I've brought this up at the talk page at [[Wikipedia:External links]] and ended up with more contempt than actual answers, so maybe some people in the know will be nice enough to actually clear some things up for us.
1) If we're going to blindly attach "nofollow" to all the external links, why are we allowing Wikia links to be propped up artificially? Are we in the business of conflict of interest now?

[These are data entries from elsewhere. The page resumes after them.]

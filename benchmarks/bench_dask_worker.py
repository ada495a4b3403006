"""Where a Dask run's processor time goes beside the tasks: the workers' event loops and this process.

Invented data (like every benchmark here; the many-sites history of ``bench_sites.py``): a
two-worker Dask LocalCluster with Dask's default settings (one thread per worker process; its
scheduler and nannies live in this process) prices the same run again and again, in rounds, three
ways, each first in turn:

- as gonogo runs: the workers' profiler and health tick paused while gonogo's tasks run
  (``simulator.execution.dask_worker.QUIET``), results fetched from the workers that hold them
  (``simulator.execution.dask_cluster._direct``);
- the profiler and tick running, as Dask has them (``QUIET`` emptied in the workers);
- results relayed through the scheduler, as Dask does for a client outside the cluster.

For each way: the run's wall time; the processor time of the workers' task threads, of the
workers' other threads (their event loops: profiler, tick, heartbeats, transfers), and of this
process (the run's own work, the scheduler, the nannies), from each thread's and process's own
counters (psutil, Linux). Medians over the rounds. The machine's other load makes wall times
drift; processor times drift far less.

    .venv/bin/python benchmarks/bench_dask_worker.py                 # about 3 minutes here
    .venv/bin/python benchmarks/bench_dask_worker.py --sites 80 --rounds 5
"""

from __future__ import annotations

import argparse
import importlib
import os
import threading
import time

import numpy as np

from bench_sites import FIXED, sites_frame
from simulator import history_from_frame, run_history, scenario_from_text

GONOGO = "as gonogo runs"
WAYS = {GONOGO: (None, True), "profiler and tick running": ((), True),
        "results through the scheduler": (None, False)}  # way: (paused callbacks, fetched directly)


def _thread_names() -> dict[int, str]:
    return {t.native_id: t.name for t in threading.enumerate()}


def _set_quiet(names) -> None:
    module = importlib.import_module("simulator.execution.dask_worker")
    if not hasattr(module, "_DEFAULT_QUIET"):
        module._DEFAULT_QUIET = module.QUIET
    module.QUIET = module._DEFAULT_QUIET if names is None else tuple(names)


def _cpu_by_thread(pid: int) -> dict[int, float]:
    import psutil

    return {t.id: t.user_time + t.system_time for t in psutil.Process(pid).threads()}


def _own_cpu() -> float:
    import psutil

    return sum(psutil.Process().cpu_times()[:2])


def main() -> None:
    parser = argparse.ArgumentParser(description=__doc__.split("\n\n")[0])
    parser.add_argument("--sites", type=int, default=40, help="sites with fixed costs (default 40)")
    parser.add_argument("--years", type=int, default=10, help="years of daily history (default 10)")
    parser.add_argument("--replicates", type=int, default=2000, help="replicate seasons (default 2000)")
    parser.add_argument("--rounds", type=int, default=4, help="rounds, each way once a round (default 4)")
    args = parser.parse_args()
    from distributed import Client, LocalCluster

    dask_cluster = importlib.import_module("simulator.execution.dask_cluster")
    direct = dask_cluster._direct
    scenario = scenario_from_text(FIXED.format(replicates=args.replicates, step=0.01))
    history = history_from_frame(sites_frame(args.sites, args.years), scenario, label="invented")
    print(f"bench_dask_worker: {args.sites} sites x {args.years} years x {args.replicates:,} replicates x "
          f"{scenario.cutoffs.size} cutoffs; a two-worker LocalCluster, Dask's default settings")
    results: dict[str, list[tuple[float, float, float, float]]] = {way: [] for way in WAYS}
    with LocalCluster(n_workers=2, threads_per_worker=1, processes=True, dashboard_address=None) as cluster, \
            Client(cluster.scheduler_address) as client:
        client.run(importlib.import_module, "simulator.run")
        pids = client.run(os.getpid)
        run_history(scenario, history, cluster=cluster.scheduler_address)  # warm: every import made
        ways = list(WAYS)
        for r in range(args.rounds):
            for way in ways[r % len(ways):] + ways[: r % len(ways)]:
                quiet, fetch_directly = WAYS[way]
                client.run(_set_quiet, quiet)
                dask_cluster._direct = direct if fetch_directly else (lambda client: None)
                before = {w: _cpu_by_thread(pid) for w, pid in pids.items()}
                here = _own_cpu()
                start = time.perf_counter()
                run_history(scenario, history, cluster=cluster.scheduler_address)
                wall = time.perf_counter() - start
                here = _own_cpu() - here
                after = {w: _cpu_by_thread(pid) for w, pid in pids.items()}
                names = client.run(_thread_names)
                task = other = 0.0
                for w in pids:
                    for tid, seconds in after[w].items():
                        used = seconds - before[w].get(tid, 0.0)
                        if "Dask-Default-Threads" in names[w].get(tid, ""):
                            task += used
                        else:
                            other += used
                results[way].append((wall, task, other, here))
            print(f"  round {r + 1}: " + ", ".join(f"{way} {results[way][-1][0]:.1f} s" for way in WAYS), flush=True)
        client.run(_set_quiet, None)
        dask_cluster._direct = direct
    print(f"  median of {args.rounds} rounds (processor time of both workers together):")
    for way, rows in results.items():
        wall, task, other, here = (float(np.median([row[i] for row in rows])) for i in range(4))
        total = float(np.median([row[1] + row[2] + row[3] for row in rows]))
        print(f"    {way:30} run {wall:5.1f} s; processor time: task threads {task:5.2f} s, workers' other "
              f"threads {other:4.2f} s, this process {here:4.2f} s, in all {total:5.2f} s")


if __name__ == "__main__":
    main()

2) Myspace blogs were recently added to the spam blacklist by Raul per request of Jimbo, although no one else seems to know why, how, or per what rationale. I won't pretend to know what Jimbo's been up to past not having edited Wikipedia since the is-it-or-is-it-not-a decree, but perhaps some more explanation on this would be worthwhile? Seems like we're blocking a shitload of otherwise worthwhile primary source material for many of our articles for the sake of...well...nothing. Meanwhile, a blog ''not'' hosted on MySpace is still a-okay, which is patently absurd on its face. I'm wondering what the thought process was on this, since no one else seems to want to chime in.
3) Did you folks know we have a bot that reverts links that are arbitrarily considered spam? I didn't until today. [[User:Shadowbot1]]. I convinced him to post the blacklist where we could see it, and while some (most?) are useful, others are pretty screwy, and I'm not sure this is helpful in the long run.
I'm starting to think that our focus on spam is becoming a problem rather than a benefit to the project. How much collateral damage are we willing to accept in the project to take care of this "problem" that people think is massive? One out of every 10? 5% poor hits? Do we have some sort of measurement we're using here?